The invention provides a method for improving the voltage quality of a power distribution network based on single-phase photovoltaic inverters, which is characterized in that a plurality of single-phase photovoltaic inverters distributed in the power distribution network are comprehensively applied, and the single-phase photovoltaic inverters are applied to form a plurality of distributed triangular compensation groups and a plurality of distributed star compensation groups. Each distributed triangular compensation group carries out local compensation of three-phase voltage unbalance, a plurality of distributed star compensation groups are cooperatively matched to carry out voltage deviation compensation of the power distribution network, the single-phase photovoltaic inverter exchanges reactive capacity utilization rate information through a local communication network, a reactive power reference value is calculated by adopting a distributed consistency algorithm, and fairness on the same meaning of the reactive capacity utilization rate is realized while voltage deviation compensation is carried out.

Description

Power distribution network voltage quality improvement method based on single-phase photovoltaic inverter

Technical Field

The invention belongs to the technical field of voltage quality of a power distribution network, and particularly relates to a method for improving the voltage quality of the power distribution network based on a single-phase photovoltaic inverter.

Background

The current power system contains various unbalance factors, the unbalance problem of normality is caused by three-phase asymmetry existing in a power grid, such as an arc furnace in a smelting system and a traction load in an electrified track, and the unbalance state of normality can exist or persist for a long time.
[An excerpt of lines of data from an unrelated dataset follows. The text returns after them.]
def power_law_volume(v0: float, alpha: float, beta: float, t: float) -> float:
    """Closed form of dV/dt = alpha V^beta with V(0) = v0.

    >>> round(power_law_volume(100.0, 0.01, 1.0, 69.314718), 4)
    200.0
    >>> round(power_law_volume(8.0, 1.0, 2 / 3, 3.0), 9)   # cube root grows by alpha/3 per day
    27.0
    """
    if abs(beta - 1.0) < 1e-12:
        return float(v0 * np.exp(alpha * t))
    return float((v0 ** (1.0 - beta) + alpha * (1.0 - beta) * t) ** (1.0 / (1.0 - beta)))


@dataclass(frozen=True)
class Segment:
    """One power-law piece of a lesion's volume curve, valid on (day_start, day_end]."""

    phase: str
    kind: str
    day_start: float
    day_end: float
    v0_mm3: float
    alpha: float
    beta: float

    def volume(self, day: float) -> float:
        return power_law_volume(self.v0_mm3, self.alpha, self.beta, day - self.day_start)

    def record(self) -> dict:
        blowup = None                  # finite-time singularity t* of a growing law, beta > 1
        if self.beta > 1 and self.alpha > 0:
            blowup = self.day_start + self.v0_mm3 ** (1 - self.beta) / self.alpha / (self.beta - 1)
        return {"phase": self.phase, "kind": self.kind, "day_start": self.day_start,
                "day_end": self.day_end, "law": "power", "v0_mm3": self.v0_mm3,
                "alpha": self.alpha, "beta": self.beta,
                "k_per_day": self.alpha * self.v0_mm3 ** (self.beta - 1),
                "v_end_mm3": self.volume(self.day_end), "blowup_day": blowup}


def _segment(phase: str, kind: str, d0: float, d1: float, v0: float, beta: float, *,
             hit: tuple[float, float]) -> Segment:
    """Segment from (d0, v0) whose law passes through ``hit`` = (day, volume)."""
    day, v = hit
    if abs(beta - 1.0) < 1e-12:
        alpha = np.log(v / v0) / (day - d0)
    else:
        alpha = (v ** (1 - beta) - v0 ** (1 - beta)) / ((1 - beta) * (day - d0))
    return Segment(phase, kind, float(d0), float(d1), float(v0), float(alpha), float(beta))


@dataclass(eq=False)
class LesionPlan:
    """Volume curve, events and geometry of one invented lesion."""

    key: str
    v0_mm3: float
    first_day: float = 0.0
    segments: list[Segment] = field(default_factory=list)
    hidden: tuple[float, ...] = ()            # session days below detection (absent)
    split: tuple[float, float] | None = None  # (day, volume fraction of the first piece)
    partner: LesionPlan | None = None         # the lesion this one absorbs ...
    merge_day: float | None = None            # ... from this day on (also set on the absorbed)
    absorbed_by: LesionPlan | None = None
    resection_day: float | None = None
    anchor: np.ndarray = field(default_factory=lambda: np.zeros(3))
    direction: np.ndarray = field(default_factory=lambda: np.array([1.0, 0.0, 0.0]))
    aspect: tuple[float, float, float] | None = None    # drawn unless the story sets it
    rotation: np.ndarray = field(default_factory=lambda: np.eye(3))
    shear: tuple[float, ...] = (0.0,) * 6
    split_offsets: tuple[float, float] = (0.0, 0.0)

    def then(self, phase: str, kind: str, day_end: float, beta: float, *, fold: float = 1.0,
             hit: tuple[float, float] | None = None, v0: float | None = None) -> LesionPlan:
        """Append a segment from the end of the last one (or ``v0``) to ``day_end``."""
        d0 = self.segments[-1].day_end if self.segments else self.first_day
        start = v0 if v0 is not None else (self.segments[-1].volume(d0) if self.segments
                                           else self.v0_mm3)
        self.segments.append(_segment(phase, kind, d0, day_end, start, beta,
                                      hit=hit or (day_end, start * fold)))
        return self

    def volume(self, day: float) -> float:
        """Volume given by the law of the segment holding ``day``."""
        seg = next((s for s in self.segments if day <= s.day_end), self.segments[-1])
        return seg.volume(day)

    def _blob(self, volume: float, centroid: np.ndarray) -> synth.Blob:
        core = 0.55 if volume >= 1000.0 else 0.0
        return synth.place_blob(volume, centroid, aspect=self.aspect, rotation=self.rotation,
                                shear=self.shear, core=core)

    def blobs(self, day: float) -> list[synth.Blob]:
        """The components drawn at ``day`` (empty when absent, merged or not yet there)."""
        if day < self.first_day or day in self.hidden:
            return []
        if self.absorbed_by is not None and day >= self.merge_day:
            return []
        v = self.volume(day)
        if self.partner is not None and day >= self.merge_day:
            return [self._merged_blob(day, v)]
        anchor = self.anchor
        if self.resection_day is not None and day > self.resection_day:
            before = self.volume(self.resection_day)
            anchor = anchor + 0.5 * np.cbrt(3 * before / (4 * np.pi)) * self.direction
        if self.split is not None and day >= self.split[0]:
            f, (d1, d2), axis = self.split[1], self.split_offsets, self.rotation[:, 0]
            return [self._blob(f * v, anchor - d1 * axis),       # along the long axis
                    self._blob((1 - f) * v, anchor + d2 * axis)]
        return [self._blob(v, anchor)]

    def _merged_blob(self, day: float, v: float) -> synth.Blob:
        """One elongated body spanning both former sites, volume = sum of both laws."""
        other = self.partner
        vp = other.volume(day)
        join = other.anchor - self.anchor
        radius = np.cbrt(3 * np.array([v, vp]) / (4 * np.pi))
        length = 0.5 * np.linalg.norm(join) + 0.6 * radius.mean()
        width = np.sqrt((v + vp) / (4 / 3 * np.pi * length * 0.9))
        centroid = 0.5 * (self.anchor + other.anchor)
        return synth.place_blob(v + vp, centroid, aspect=(1.0, width / length,
                                                          0.9 * width / length),
                                rotation=synth.frame(join), shear=self.shear,
                                core=0.55 if v + vp >= 1000 else 0.0)


@dataclass(eq=False)
class SubjectPlan:
    """Sessions, grids, lesions and events of one invented subject."""

    index: int
    subject: str
    group: str
    story: str
    days: list[int]
    grids: list[synth.Grid]
    lesions: list[LesionPlan]
    events: list[tuple[int, str, str | None]]
    multilabel: bool
    broken_session: int | None
    start_date: dt.date
    response: tuple[str, ...] = ()    # planned target-lesion category per session (or none)

    @property
    def sessions(self) -> list[str]:
        return [f"{s + 1:02d}" for s in range(len(self.days))]

    def first_session(self, lesion: LesionPlan) -> int:
        return next(s for s, d in enumerate(self.days) if lesion.blobs(d))

    def lesion_ids(self) -> dict[str, int]:
        """Ids as docs/outputs.md §4.5 numbers them: first appearance, ties by larger volume."""
        def order(les: LesionPlan) -> tuple[int, float]:
            s = self.first_session(les)
            return s, -sum(b.volume_mm3 for b in les.blobs(self.days[s]))
        return {les.key: i + 1 for i, les in enumerate(sorted(self.lesions, key=order))}


# ------------------------------------------------------------------ stories (one per subject)
def _days(rng: np.random.Generator, n: int, span: tuple[float, float] = (400, 700),
          tail: tuple[int, tuple[int, int]] = (0, (40, 55))) -> list[int]:
    """Session days from 0: ``n`` sessions over a total span drawn from ``span`` days; the last
    ``tail[0]`` intervals are drawn from ``tail[1]`` (close follow-up)."""
    n_tail, (lo, hi) = tail
    close = [int(v) for v in rng.integers(lo, hi + 1, n_tail)]
    weights = rng.uniform(0.88, 1.12, n - 1 - n_tail)
    head = np.round((rng.uniform(*span) - sum(close)) * weights / weights.sum())
    return [0] + [int(v) for v in np.cumsum([*head, *close])]


def _grow(key: str, v0: float, day_end: float, fold: float, beta: float,
          first_day: float = 0.0) -> LesionPlan:
    return LesionPlan(key, v0, first_day).then("untreated", "growth", day_end, beta, fold=fold)


Story = Callable[[np.random.Generator], tuple]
The loss on a phase line is increased due to unbalanced three phases in a distribution network, the damage is caused to electric equipment and the normal operation of a transformer in a distribution station area, the temperature of local metal parts of the transformer is increased, the output is reduced, the active output of an induction motor is reduced, and the service life of the motor is shortened. In addition, the power supply voltage deviation of the power distribution network is also an important index for measuring the power supply quality of the power distribution network, the power distribution network is long in line and thin in line diameter, and the power supply voltage is very low when the load is heavier, so that the normal use of user equipment is influenced. The problems of three-phase imbalance and power supply voltage deviation of the power distribution network are treated urgently and are paid high attention.

The access of a large number of distributed power supplies is the trend of a future power distribution network, the voltage regulation, the power control and the three-phase imbalance compensation of the power distribution network are researched by utilizing the distributed power supplies, but the comprehensive treatment research of the three-phase imbalance and the voltage deviation of the power distribution network based on the distributed power supplies is not common at present. On the other hand, most of the existing control systems utilizing the distributed power supply are centralized control modes, the system is crashed due to single-point failure of the centralized controller, the communication and calculation pressure of the centralized controller is high, and the expandability of the system is poor and cannot meet the plug and play requirements of the distributed power supply. The distributed control system cancels an integrated controller, has high system expandability and control robustness, and has been widely applied to a plurality of engineering fields.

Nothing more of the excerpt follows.